What you are asked to do: Return the data given below exactly as it appears.

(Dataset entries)
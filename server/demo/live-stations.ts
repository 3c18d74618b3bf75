import type { Frame } from '../../core/record/part.ts';
import { SourceClient } from '../feed/source-client.ts';
import { repeatEvery } from '../repeat-every.ts';
import { demoPlant, minuteAt } from './demo-plant.ts';
import { StationFeed } from './station-feed.ts';
import { minuteMs } from './station-minute.ts';
import { demoStations } from './stations.ts';

export interface LiveStationsSetting {
  /** Of the server, e.g. http://127.0.0.1:7317 */
  readonly address: string;
  /** By station. */
  readonly tokens: ReadonlyMap<string, string>;
  readonly seed: number;
  /** Plant seconds a wall second, as the server's clock goes. */
  readonly rate: number;
  /** A station cannot go on. */
  readonly onFailure: (cause: unknown) => void;
}

/** The stations of the demo plant at work. */
export interface LiveStations {
  /** Resolves when what they sent is acknowledged (or `mostMs` have passed) and their connections are closed. */
  stop(mostMs: number): Promise<void>;
}

/** Wall time between looks at the clock, ms. */
const lookMs = 100;

/** Connects every station over the protocol for sources; each sends a frame at the end of its minute from then on. */
export async function liveStations(setting: LiveStationsSetting): Promise<LiveStations> {
  const { address, tokens, seed, rate, onFailure } = setting;
  const plant = demoPlant(seed);
  const socket = new URL(address.replace(/^http/, 'ws'));
  const stations = demoStations.map((station, index) => {
    const client = new SourceClient({ address: socket, token: tokens.get(station.id) ?? '', giveUpMs: Infinity });
    // Their minutes end one after the other, so that the board moves evenly.
    return new LiveStation(new StationFeed(plant, station), client, (index / demoStations.length) * minuteMs);
  });
  const [first] = await Promise.all(stations.map(({ client }) => client.open()));
  const heard = performance.now();
  const plantNow = (): number => (first?.at ?? 0) + (performance.now() - heard) * rate;
  const stopLooking = repeatEvery(lookMs, () => {
    const now = plantNow();
    for (const station of stations) station.sendUntil(minuteAt(plant, now - station.offsetMs), onFailure);
  });
  return {
    async stop(mostMs) {
      stopLooking();
      const settled = Promise.allSettled(stations.map(({ client }) => client.settled()));
      await Promise.race([settled, new Promise((resolve) => setTimeout(resolve, mostMs).unref())]);
      for (const { client } of stations) client.close();
    },
  };
}

class LiveStation {
  readonly client: SourceClient;
  readonly offsetMs: number;
  readonly #feed: StationFeed;
  #minute = 0;

  constructor(feed: StationFeed, client: SourceClient, offsetMs: number) {
    this.#feed = feed;
    this.client = client;
    this.offsetMs = offsetMs;
  }

  /** Sends what the minutes before `minute` have brought and the server does not have, as far as it grants room. */
  sendUntil(minute: number, onFailure: (cause: unknown) => void): void {
    const room = this.client.welcome?.window ?? 1;
    while (this.#minute < minute && this.client.kept < room) {
      const frame = this.#feed.minute(this.#minute);
      this.#minute += 1;
      if (frame && this.#isNew(frame)) this.client.send(frame).catch(onFailure);
    }
  }

  #isNew({ first, records }: Frame): boolean {
    return first + records > this.client.next;
  }
}
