import { frameOf } from '../../core/record/frame-of.ts';
import type { Correction, Frame, InspectionPart, Part } from '../../core/record/part.ts';
import { Chance } from './chance.ts';
import { dayStart } from './roster.ts';
import { inspectionsOf, marksOf, minuteMs, type DemoPlant } from './station-minute.ts';
import type { DemoStation } from './stations.ts';

/** Minutes until a rejected hose has been looked at again. */
const secondLookMinutes = 12;

/** A reject that a second look will pass: the record to correct, and the minute in which that is told. */
interface SecondLook {
  readonly due: number;
  readonly origin: InspectionPart['origin'];
  readonly sequence: number;
}

/**
 * What one station sends, minute by minute from the first on: always the same, so that a source that starts again
 * comes to the same frames with the same sequences. It knows its buffer, and what is to be looked at again.
 */
export class StationFeed {
  readonly station: DemoStation;
  readonly #plant: DemoPlant;
  /** Sequence of the next record, and of the first one that waits in the buffer. */
  #next = 1;
  #first = 1;
  #waiting: Part[] = [];
  #secondLooks: SecondLook[] = [];

  constructor(plant: DemoPlant, station: DemoStation) {
    this.#plant = plant;
    this.station = station;
  }

  /**
   * The frame the station sends at the end of a minute; none while its line stands or it cannot reach the server.
   *
   * @param minute of the demo plant; ask for every one once, in order, from 0 on
   */
  minute(minute: number): Frame | undefined {
    const { id } = this.station;
    const day = this.#plant.roster.dayOf(minute);
    const ofDay = minute - dayStart(minute);
    if (this.station.leads) this.#put(marksOf(this.#plant, this.station, minute, minute === 0));
    const found = inspectionsOf(this.#plant, this.station, minute);
    if (day.losses.some(({ station, at }) => station === id && at === ofDay)) this.#lose(found, minute);
    else this.#inspect(found, minute);
    this.#put(this.#secondLooksDue(minute));
    if (day.silences.some(({ station, from, until }) => station === id && from <= ofDay && ofDay < until)) return undefined;
    return this.#sent();
  }

  #sent(): Frame | undefined {
    if (this.#waiting.length === 0) return undefined;
    const frame = frameOf(this.#first, this.#waiting);
    this.#waiting = [];
    this.#first = this.#next;
    return frame;
  }

  #inspect(parts: readonly InspectionPart[], minute: number): void {
    for (const part of parts) {
      const stream = this.station.streams.find(({ characteristic }) => characteristic === part.origin.characteristic);
      if (part.kind === 'verdicts' && stream?.kind === 'verdicts' && stream.passedLater !== undefined) this.#lookAgain(part, stream.passedLater, minute);
      this.#put([part]);
    }
  }

  #lookAgain(part: Extract<InspectionPart, { kind: 'verdicts' }>, passed: number, minute: number): void {
    const chance = new Chance(this.#plant.seed, this.station.id, 'second look', minute);
    for (const place of part.nonconforming) {
      if (chance.share() < passed) this.#secondLooks.push({ due: minute + secondLookMinutes, origin: part.origin, sequence: this.#next + place });
    }
  }

  #secondLooksDue(minute: number): Correction[] {
    const due = this.#secondLooks.filter((look) => look.due <= minute);
    if (due.length > 0) this.#secondLooks = this.#secondLooks.filter((look) => look.due > minute);
    return due.map(({ origin, sequence }) => ({
      kind: 'correction', records: 1, origin, at: this.#plant.midnight + minute * minuteMs, corrects: sequence,
      finding: { kind: 'verdict', nonconforming: false }, reason: 'Looked at again by hand: the label was smeared, the hose is in order',
    }));
  }

  #lose(parts: readonly InspectionPart[], minute: number): void {
    const records = parts.reduce((sum, part) => sum + part.records, 0);
    if (records === 0) return;
    this.#put([{ kind: 'lost', records, at: this.#plant.midnight + minute * minuteMs, station: this.station.id, reason: 'The buffer of the station ran over' }]);
  }

  #put(parts: readonly Part[]): void {
    for (const part of parts) {
      this.#waiting.push(part);
      this.#next += part.records;
    }
  }
}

Your solution:
filename server/demo/live-stations.ts
repository 3c18d74618b3bf75
import type { Frame } from '../../core/record/part.ts';
import { SourceClient } from '../feed/source-client.ts';
import { repeatEvery } from '../repeat-every.ts';
import { demoPlant, minuteAt } from './demo-plant.ts';
import { StationFeed } from './station-feed.ts';
import { minuteMs } from './station-minute.ts';
import { demoStations } from './stations.ts';

export interface LiveStationsSetting {
  /** Of the server, e.g. http://127.0.0.1:7317 */
  readonly address: string;
  /** By station. */
  readonly tokens: ReadonlyMap<string, string>;
  readonly seed: number;
  /** Plant seconds a wall second, as the server's clock goes. */
  readonly rate: number;
  /** A station cannot go on. */
  readonly onFailure: (cause: unknown) => void;
}

/** The stations of the demo plant at work. */
export interface LiveStations {
  /** Resolves when what they sent is acknowledged (or `mostMs` have passed) and their connections are closed. */
  stop(mostMs: number): Promise<void>;
}

/** Wall time between looks at the clock, ms. */
const lookMs = 100;

/** Connects every station over the protocol for sources; each sends a frame at the end of its minute from then on. */
export async function liveStations(setting: LiveStationsSetting): Promise<LiveStations> {
  const { address, tokens, seed, rate, onFailure } = setting;
  const plant = demoPlant(seed);
  const socket = new URL(address.replace(/^http/, 'ws'));
  const stations = demoStations.map((station, index) => {
    const client = new SourceClient({ address: socket, token: tokens.get(station.id) ?? '', giveUpMs: Infinity });
    // Their minutes end one after the other, so that the board moves evenly.
    return new LiveStation(new StationFeed(plant, station), client, (index / demoStations.length) * minuteMs);
  });
  const [first] = await Promise.all(stations.map(({ client }) => client.open()));
  const heard = performance.now();
  const plantNow = (): number => (first?.at ?? 0) + (performance.now() - heard) * rate;
  const stopLooking = repeatEvery(lookMs, () => {
    const now = plantNow();
    for (const station of stations) station.sendUntil(minuteAt(plant, now - station.offsetMs), onFailure);
  });
  return {
    async stop(mostMs) {
      stopLooking();
      const settled = Promise.allSettled(stations.map(({ client }) => client.settled()));
      await Promise.race([settled, new Promise((resolve) => setTimeout(resolve, mostMs).unref())]);
      for (const { client } of stations) client.close();
    },
  };
}

class LiveStation {
  readonly client: SourceClient;
  readonly offsetMs: number;
  readonly #feed: StationFeed;
  #minute = 0;

  constructor(feed: StationFeed, client: SourceClient, offsetMs: number) {
    this.#feed = feed;
    this.client = client;
    this.offsetMs = offsetMs;
  }

  /** Sends what the minutes before `minute` have brought and the server does not have, as far as it grants room. */
  sendUntil(minute: number, onFailure: (cause: unknown) => void): void {
    const room = this.client.welcome?.window ?? 1;
    while (this.#minute < minute && this.client.kept < room) {
      const frame = this.#feed.minute(this.#minute);
      this.#minute += 1;
      if (frame && this.#isNew(frame)) this.client.send(frame).catch(onFailure);
    }
  }

  #isNew({ first, records }: Frame): boolean {
    return first + records > this.client.next;
  }
}
import { frameOf } from '../../core/record/frame-of.ts';
import type { Correction, Frame, InspectionPart, Part } from '../../core/record/part.ts';
import { Chance } from './chance.ts';
import { dayStart } from './roster.ts';
import { inspectionsOf, marksOf, minuteMs, type DemoPlant } from './station-minute.ts';
import type { DemoStation } from './stations.ts';

/** Minutes until a rejected hose has been looked at again. */
const secondLookMinutes = 12;

/** A reject that a second look will pass: the record to correct, and the minute in which that is told. */
interface SecondLook {
  readonly due: number;
  readonly origin: InspectionPart['origin'];
  readonly sequence: number;
}

/**
 * What one station sends, minute by minute from the first on: always the same, so that a source that starts again
 * comes to the same frames with the same sequences. It knows its buffer, and what is to be looked at again.
 */
export class StationFeed {
  readonly station: DemoStation;
  readonly #plant: DemoPlant;
  /** Sequence of the next record, and of the first one that waits in the buffer. */
  #next = 1;
  #first = 1;
  #waiting: Part[] = [];
  #secondLooks: SecondLook[] = [];

  constructor(plant: DemoPlant, station: DemoStation) {
    this.#plant = plant;
    this.station = station;
  }

  /**
   * The frame the station sends at the end of a minute; none while its line stands or it cannot reach the server.
   *
   * @param minute of the demo plant; ask for every one once, in order, from 0 on
   */
  minute(minute: number): Frame | undefined {
    const { id } = this.station;
    const day = this.#plant.roster.dayOf(minute);
    const ofDay = minute - dayStart(minute);
    if (this.station.leads) this.#put(marksOf(this.#plant, this.station, minute, minute === 0));
    const found = inspectionsOf(this.#plant, this.station, minute);
    if (day.losses.some(({ station, at }) => station === id && at === ofDay)) this.#lose(found, minute);
    else this.#inspect(found, minute);
    this.#put(this.#secondLooksDue(minute));
    if (day.silences.some(({ station, from, until }) => station === id && from <= ofDay && ofDay < until)) return undefined;
    return this.#sent();
  }

  #sent(): Frame | undefined {
    if (this.#waiting.length === 0) return undefined;
    const frame = frameOf(this.#first, this.#waiting);
    this.#waiting = [];
    this.#first = this.#next;
    return frame;
  }

  #inspect(parts: readonly InspectionPart[], minute: number): void {
    for (const part of parts) {
      const stream = this.station.streams.find(({ characteristic }) => characteristic === part.origin.characteristic);
      if (part.kind === 'verdicts' && stream?.kind === 'verdicts' && stream.passedLater !== undefined) this.#lookAgain(part, stream.passedLater, minute);
      this.#put([part]);
    }
  }

  #lookAgain(part: Extract<InspectionPart, { kind: 'verdicts' }>, passed: number, minute: number): void {
    const chance = new Chance(this.#plant.seed, this.station.id, 'second look', minute);
    for (const place of part.nonconforming) {
      if (chance.share() < passed) this.#secondLooks.push({ due: minute + secondLookMinutes, origin: part.origin, sequence: this.#next + place });
    }
  }

  #secondLooksDue(minute: number): Correction[] {
    const due = this.#secondLooks.filter((look) => look.due <= minute);
    if (due.length > 0) this.#secondLooks = this.#secondLooks.filter((look) => look.due > minute);
    return due.map(({ origin, sequence }) => ({
      kind: 'correction', records: 1, origin, at: this.#plant.midnight + minute * minuteMs, corrects: sequence,
      finding: { kind: 'verdict', nonconforming: false }, reason: 'Looked at again by hand: the label was smeared, the hose is in order',
    }));
  }

  #lose(parts: readonly InspectionPart[], minute: number): void {
    const records = parts.reduce((sum, part) => sum + part.records, 0);
    if (records === 0) return;
    this.#put([{ kind: 'lost', records, at: this.#plant.midnight + minute * minuteMs, station: this.station.id, reason: 'The buffer of the station ran over' }]);
  }

  #put(parts: readonly Part[]): void {
    for (const part of parts) {
      this.#waiting.push(part);
      this.#next += part.records;
    }
  }
}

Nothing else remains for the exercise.